# Did Trump Administration Fire the US Pandemic Response Team?



## ChibiMofo (Mar 12, 2020)

It is 100% true. He fired all of them back in 2018. You see when you give a $1.5 trillion handout to the richest Americans, you have to cut back somewhere. He chose to put us all at risk, and play Russian roulette with our health:
https://www.snopes.com/fact-check/trump-fire-pandemic-team/

Never forget that Hillary got 3 *million *more votes. No one but Russia and racists wanted this scumbag.


----------



## Hanafuda (Mar 13, 2020)

The 2019 Global Health Security Index (over a year after those people were fired) found the United States to be the most prepared nation on the planet, across 6 categories of consideration. And by a decent margin over the #2 country.






Firing people doesn't make things worse if those people suck at their job.

ghsindex.org


----------



## osaka35 (Mar 13, 2020)

Hanafuda said:


> The 2019 Global Health Security Index (over a year after those people were fired) found the United States to be the most prepared nation on the planet, across 6 categories of consideration. And by a decent margin over the #2 country.
> 
> View attachment 199330
> 
> ...


I agree. And as much as I agree with the sentiment of the OP, i'm not sure if keeping these positions would have helped. To be clear, the administration didn't just fire them, they didn't replace them, essentially removing the positions themselves. They also removed the bits about us helping other countries shore up their ability to prevent such diseases. like china. So. I mean. It's not like it's a binary "this would have prevented this" scenario. It's possible it might have prevented it happening if it was just a lab accident gone awry (one of the many many many theories I've read), but I doubt it would have greatly changed stuff. 
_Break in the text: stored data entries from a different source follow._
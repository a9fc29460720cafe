/**
 * What closing the window does when the plan has unsaved changes: ask Save / Don't Save /
 * Cancel. "Save" hands over to the renderer (it saves, then confirms the close); "Don't Save"
 * closes; "Cancel" keeps the window. Plain logic over injected actions, testable without Electron.
 */
export type CloseChoice = 'save' | 'discard' | 'cancel';

export interface CloseGuardDeps {
  ask(documentTitle: string): CloseChoice;
  requestSaveAndClose(): void;
  forceClose(): void;
}

export interface CloseGuard {
  setState(title: string, dirty: boolean): void;
  /** Called from the window's 'close' event; returns true when the close must be prevented. */
  onClose(): boolean;
  /** The renderer saved (or the user discarded): close without asking. */
  confirm(): void;
}

export function createCloseGuard(deps: CloseGuardDeps): CloseGuard {
  let dirty = false;
  let title = '';
  let confirmed = false;
  return {
    setState(t, d) {
      title = t;
      dirty = d;
    },
    onClose() {
      if (!dirty || confirmed) return false;
      const choice = deps.ask(title);
      if (choice === 'save') deps.requestSaveAndClose();
      else if (choice === 'discard') {
        confirmed = true;
        deps.forceClose();
      }
      return true;
    },
    confirm() {
      confirmed = true;
      deps.forceClose();
    },
  };
}
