/**
 * One grid cell (departure GRID[0], first-leg time GRID[1]): leg 0, then each later leg's time
 * scanned on its 1-D grid keeping the cheapest flyby there (plus capture on the last leg), the
 * chosen times into `later` at cell·(legs − 1). Total into GRID[2]; false when some leg has no
 * solution. Allocates nothing of its own (numbers pass through GRID, TT and RES).
 */
function gridCell(c: Chain, nTof: number, later: Float64Array, cell: number): boolean {
  counters.evaluations++;
  const legs = c.legs;
  const t0 = GRID[0];
  const tof1 = GRID[1];
  if (!solveLeg(c, 0, t0, tof1)) return false;
  departDvAt(c);
  let total = RES[0];
  if (legs === 1) {
    captureDvAt(c);
    total += RES[0];
  }
  let t = t0 + tof1;
  for (let k = 1; k < legs; k++) {
    let bestK = Infinity;
    let bestTof = 0;
    const lo = c.lo[k];
    const span = c.hi[k] - lo;
    for (let m = 0; m < nTof; m++) {
      const tof = lo + (span * m) / (nTof - 1);
      if (!solveLeg(c, k, t, tof)) continue;
      flybyDvAt(c, k);
      let v = RES[0];
      if (k === legs - 1) {
        captureDvAt(c);
        v += RES[0];
      }
      if (v < bestK) {
        bestK = v;
        bestTof = tof;
      }
    }
    if (!(bestK < Infinity)) return false;
    // leave the chosen leg's v∞ in VDEP/VARR for the next leg's flyby (resonant legs read VARR)
    solveLeg(c, k, t, bestTof);
    later[cell * (legs - 1) + k - 1] = bestTof;
    total += bestK;
    t += bestTof;
  }
  GRID[2] = total;
  return total < Infinity;
}

function refine(c: Chain, x0: number[], req: SequenceRequest, nDep: number, nTof: number): { x: number[]; fx: number } {
  const dim = c.legs + 1;
  const lower = [req.departFrom];
  const upper = [req.departTo];
  const step = [(req.departTo - req.departFrom) / Math.max(1, nDep - 1)];
  for (let k = 0; k < c.legs; k++) {
    lower.push(c.lo[k]);
    upper.push(c.hi[k]);
    step.push((c.hi[k] - c.lo[k]) / Math.max(1, nTof - 1));
  }
  // a zero-width range keeps that coordinate fixed
  for (let k = 0; k < dim; k++) if (!(step[k] > 0)) step[k] = 0;
  try {
    const r = nelderMead((x) => chainCost(c, x), x0, step, { lower, upper, fTol: 1e-3, xTol: 1e-5, maxEvaluations: 150 * dim });
    const f0 = chainCost(c, x0);
    return r.fx <= f0 ? { x: r.x, fx: r.fx } : { x: x0.slice(), fx: f0 };
  } catch {
    return { x: x0.slice(), fx: chainCost(c, x0) };
  }
}

/** Solutions costing more than this many times the best found are not listed (edge-of-range minima far above the best). */
export const SEQUENCE_KEEP_FACTOR = 2;

/**
 * Multi-leg sequence search: the best `keep` distinct solutions for the body sequence over the
 * departure range, with the best direct first → last transfer for comparison. See the header
 * for the method. onProgress receives the fraction of the grid done.
 */
export function searchSequence(system: StarSystem, req: SequenceRequest, onProgress?: (fraction: number) => void): SequenceResult {
  const c = prepareChain(system, req);
  const nDep = req.departTo > req.departFrom ? steps('departSteps', req.departSteps, DEFAULT_DEPART_STEPS) : 1;
  const nTof = steps('tofSteps', req.tofSteps, DEFAULT_TOF_STEPS);
  const keep = req.keep ?? 5;
  if (!Number.isInteger(keep) || keep < 1 || keep > 100) throw new InputError('keep', 'must be an integer in [1, 100]', keep);
  counters.lambert = 0;
  counters.evaluations = 0;

  // Grid: cell (i, j) = departure i × first-leg tof j; later legs' tofs chosen per cell.
  const cells = nDep * nTof;
  const cost = new Float64Array(cells).fill(Infinity);
  const later = new Float64Array(cells * Math.max(1, c.legs - 1));
  const legs = c.legs;
  for (let i = 0; i < nDep; i++) {
    GRID[0] = gridValue(req.departFrom, req.departTo, nDep, i);
    for (let j = 0; j < nTof; j++) {
      GRID[1] = gridValue(c.lo[0], c.hi[0], nTof, j);
      if (gridCell(c, nTof, later, i * nTof + j)) cost[i * nTof + j] = GRID[2];
    }
    if (onProgress) onProgress((0.8 * (i + 1)) / nDep);
  }

  // Local minima of the grid (each ≤ its 8 neighbours), cheapest first.
  const minima: number[] = [];
  for (let i = 0; i < nDep; i++) {
    for (let j = 0; j < nTof; j++) {
      const v = cost[i * nTof + j];
      if (!(v < Infinity)) continue;
      let isMin = true;
      for (let di = -1; di <= 1 && isMin; di++) {
        for (let dj = -1; dj <= 1; dj++) {
          const a = i + di;
          const b = j + dj;
          if ((di === 0 && dj === 0) || a < 0 || a >= nDep || b < 0 || b >= nTof) continue;
          if (cost[a * nTof + b] < v) {
            isMin = false;
            break;
          }
        }
      }
      if (isMin) minima.push(i * nTof + j);
    }
  }
  minima.sort((a, b) => cost[a] - cost[b]);
  const nRefine = Math.min(minima.length, Math.max(2 * keep, 8));
  const refined: { x: number[]; fx: number }[] = [];
  for (let r = 0; r < nRefine; r++) {
    const cell = minima[r];
    const i = Math.floor(cell / nTof);
    const j = cell % nTof;
    const x0 = [gridValue(req.departFrom, req.departTo, nDep, i), gridValue(c.lo[0], c.hi[0], nTof, j)];
    for (let k = 1; k < legs; k++) x0.push(later[cell * (legs - 1) + k - 1]);
    refined.push(refine(c, x0, req, nDep, nTof));
    if (onProgress) onProgress(0.8 + (0.15 * (r + 1)) / nRefine);
  }
  refined.sort((a, b) => a.fx - b.fx);

  // Distinct: another solution counts when some time differs by more than half a grid step.
  const tol = [(0.5 * (req.departTo - req.departFrom)) / Math.max(1, nDep - 1)];
  for (let k = 0; k < legs; k++) tol.push((0.5 * (c.hi[k] - c.lo[k])) / Math.max(1, nTof - 1));
  const chosen: number[][] = [];
  const solutions: SequenceSolution[] = [];
  for (const r of refined) {
    if (solutions.length >= keep) break;
    if (!(r.fx < Infinity)) continue;
    // a local minimum at the edge of the ranges costing several times the best is no option a designer weighs
    if (refined.length > 0 && r.fx > SEQUENCE_KEEP_FACTOR * refined[0].fx) break;
    const same = chosen.some((x) => x.every((v, k) => Math.abs(v - r.x[k]) <= tol[k]));
    if (same) continue;
    const s = describe(c, r.x);
    if (s === null) continue;
    chosen.push(r.x);
    solutions.push(s);
  }
  const direct = bestDirect(system, c, req, nDep, nTof);
  if (onProgress) onProgress(1);
  return { solutions, lambertSolves: counters.lambert, evaluations: counters.evaluations, method: SEQUENCE_METHOD, direct };
}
But this is a social issue. This virus has at least shown how essential it is we consider medicine and health a social necessity, one we all contribute to and rely on.


----------



## JayMathis (Mar 13, 2020)

ChibiMofo said:


> It is 100% true. He fired all of them back in 2018. You see when you give a $1.5 trillion handout to the richest Americans, you have to cut back somewhere. He chose to put us all at risk, and play Russian roulette with our health:
> https://www.snopes.com/fact-check/trump-fire-pandemic-team/
> 
> Never forget that Hillary got 3 *million *more votes. No one but Russia and racists wanted this scumbag.



You say "we" did U.S. take over Canada? Or are you using a VPN?


----------



## cracker (Mar 13, 2020)

Not sure if they are using a VPN, but you don't need to use a VPN when you set your country yourself.

I'm not sure how much it will come back on Trump. Guess we need to wait and see how our average compares. On the bright side, it is showing the naysayers how much our health system is broken and how much we need Medicare For All. Events such as these don't discriminate based on wealth or skin color. Maybe sit-ins of those infected on Wall Street, etc would push it over the edge... </salty>


----------



## notimp (Mar 13, 2020)

Hindsight is 20/20. Obviously not the best idea. Even back then. But lynching them now for it.. You must really scold them for not understanding probability. 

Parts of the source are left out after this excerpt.